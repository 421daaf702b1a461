"""Intervals of shares against scipy."""

import pytest
from scipy.stats import binomtest

from flowplan.engine.simulate.intervals import clustered, wilson


@pytest.mark.parametrize(("k", "n"), [(0, 20), (1, 20), (7, 20), (20, 20), (13, 100_000), (99_999, 100_000)])
@pytest.mark.parametrize("confidence", [0.9, 0.95, 0.999])
def test_wilson_as_scipy_has_it(k, n, confidence):
    exact = binomtest(k, n).proportion_ci(confidence, method="wilson")
    assert wilson(k, n, confidence) == pytest.approx(tuple(exact), abs=1e-12)


def test_clusters_that_are_independent_trials_count_as_such():
    share, n = 0.3, 400
    error = (share * (1 - share) / n) ** 0.5
    assert clustered(share, error, 10) == pytest.approx(wilson(share * n, n))


def test_clusters_without_spread_count_once_each():
    assert clustered(1.0, 0.0, 50) == wilson(50, 50)


def test_what_a_simulation_gives_is_the_interval_of_its_counts():
    from tests.simulate.flows import one_pair, simulated

    outcome = simulated(one_pair({"a": 1.0}, 1.5), 5000).pairs[0]
    assert outcome.fail == outcome.fails / 5000
    exact = binomtest(outcome.fails, 5000).proportion_ci(0.95, method="wilson")
    assert outcome.interval == pytest.approx(tuple(exact), abs=1e-12)
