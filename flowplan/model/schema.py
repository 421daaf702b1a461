"""The flow file as a JSON Schema, for completion and checks in an editor."""

import copy
from typing import Any

from flowplan.model.flow import Flow
from flowplan.model.variants import AFTER, KEYED_LISTS

DIALECT = "https://json-schema.org/draft/2020-12/schema"

Schema = dict[str, Any]

#: What stands under each part of a variant: the models that it changes in parts.
_CHANGED = {
    "tools": ("Tool",),
    "masks": ("Mask",),
    "self_aligned": ("SelfAligned",),
    "pairs": ("Enclosure", "Extension", "Spacing", "Overlap", "Overlay", "Landing"),
}


def flow_schema() -> Schema:
    """Return the JSON Schema of a flow file.

    Returns
    -------
    dict
        Draft 2020-12. It knows the form of a flow, every shorthand included; what spans several
        parts, such as unknown ids, only the reader finds.
    """
    schema = Flow.model_json_schema()
    _describe_variants(schema)
    return {"$schema": DIALECT, **schema, "title": "flowplan flow file"}


def _describe_variants(schema: Schema) -> None:
    """Replace the open parts of a variant by the forms of what they change, nothing required."""
    parts = schema["$defs"]["Variant"]["properties"]
    for part, models in _CHANGED.items():
        changes = [_in_parts(schema["$defs"][model], KEYED_LISTS.get(part)) for model in models]
        one = _merged(changes)
        if part == "masks":
            one["properties"][AFTER] = {
                "type": "string",
                "description": "The mask that a new mask comes after.",
            }
        entries: list[Schema] = [{"type": "object", "additionalProperties": one}]
        if part in KEYED_LISTS:
            entries.append({"type": "array", "items": one})
        parts[part] = {"description": parts[part]["description"], "anyOf": entries}
    for key in parts:
        if key in schema["properties"] and key not in _CHANGED:
            described = copy.deepcopy(schema["properties"][key])
            parts[key] = described | {"description": parts[key]["description"]}
            parts[key].pop("default", None)
    for name in ("wafer", "field"):
        model = {"wafer": "Wafer", "field": "ExposureField"}[name]
        parts[name] = _in_parts(schema["$defs"][model], None) | {"description": parts[name]["description"]}


def _in_parts(model: Schema, key: str | None) -> Schema:
    """Return a model of which any part may be given, or null to take it away."""
    changed = copy.deepcopy(model)
    changed.pop("required", None)
    changed["properties"] = {
        name: part if name == key else _or_null(part) for name, part in changed["properties"].items()
    }
    return changed


def _or_null(part: Schema) -> Schema:
    described = {"description": part["description"]} if "description" in part else {}
    return {"anyOf": [part, {"type": "null"}]} | described


def _merged(models: list[Schema]) -> Schema:
    """Return one model that takes the keys of several."""
    first, *others = models
    for other in others:
        for name, part in other["properties"].items():
            known = first["properties"].setdefault(name, part)
            if known != part:
                first["properties"][name] = {"anyOf": [known, part], "description": known["description"]}
    return first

**INSTRUCTIONS TO FOLLOW:**
Lines from the top of the entries above to the line that contains "error = (share * (1 - share) / n) ** 0.5" should be set down exactly, please, with both ends kept and nothing added.

**ANSWER:**
repository 421daaf702b1a461
"""Intervals of shares against scipy."""

import pytest
from scipy.stats import binomtest

from flowplan.engine.simulate.intervals import clustered, wilson


@pytest.mark.parametrize(("k", "n"), [(0, 20), (1, 20), (7, 20), (20, 20), (13, 100_000), (99_999, 100_000)])
@pytest.mark.parametrize("confidence", [0.9, 0.95, 0.999])
def test_wilson_as_scipy_has_it(k, n, confidence):
    exact = binomtest(k, n).proportion_ci(confidence, method="wilson")
    assert wilson(k, n, confidence) == pytest.approx(tuple(exact), abs=1e-12)


def test_clusters_that_are_independent_trials_count_as_such():
    share, n = 0.3, 400
    error = (share * (1 - share) / n) ** 0.5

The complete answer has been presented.